Wieviel Volt geben die Spannungswandler denn dann an die CPU weiter? Die vollen 12V?


----------



## rossi1002 (23. November 2013)

Da kann man ja schon fast die Spawas unter Wasser setzen und damit "wärmen"


----------



## PCGH_Stephan (25. November 2013)

Das gilt wohlgemerkt für längere LN2-Sessions, bei schwächeren Extremkühlungen ist die Kühlung über das PCB geringer ausgeprägt.
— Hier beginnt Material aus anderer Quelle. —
import type { StepOf } from '@/domain/plan';
import { ChecksScreen } from './ChecksScreen';

/** Looks at a list of things: all in order at one touch, or each by itself. */
export function InspectStep({ step }: { step: StepOf<'inspect'> }) {
  return (
    <ChecksScreen
      step={step}
      checks={step.checks}
      draft={(checks) => ({ kind: 'inspected', step: step.id, data: { checks } })}
    />
  );
}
Bei Verwendung einer üblichen Kompressorkühlung bin ich mit aktiver Belüftung bisher immer gut gefahren.

Modding-Tüftler TiN hat mal (vor mittlerweile fast vier Jahren - wie die Zeit vergeht ... ) in der Praxis geprüft, wie stark das Kälteverhalten von Kondensatoren variiert: LN2 capacitor testing - kingpincooling.com


----------



## Knaeckebrot93 (26. November 2013)

Kann man die Temperatur der Spannungswandler irgendwie mit nem Programm auslesen ,oder kann man die nur manuell mit nem Messgerät ermitteln?
Würde mich nämlich interessieren wie warm die bei mir werden ^^.


----------



## der8auer (26. November 2013)

Im Normalfall kannst du diese nicht auslesen.


----------



## Stoffel01 (17. Dezember 2013)

Ein Infrarot bzw Laserthermometer sind für diese Zwecke recht gut geeignet


----------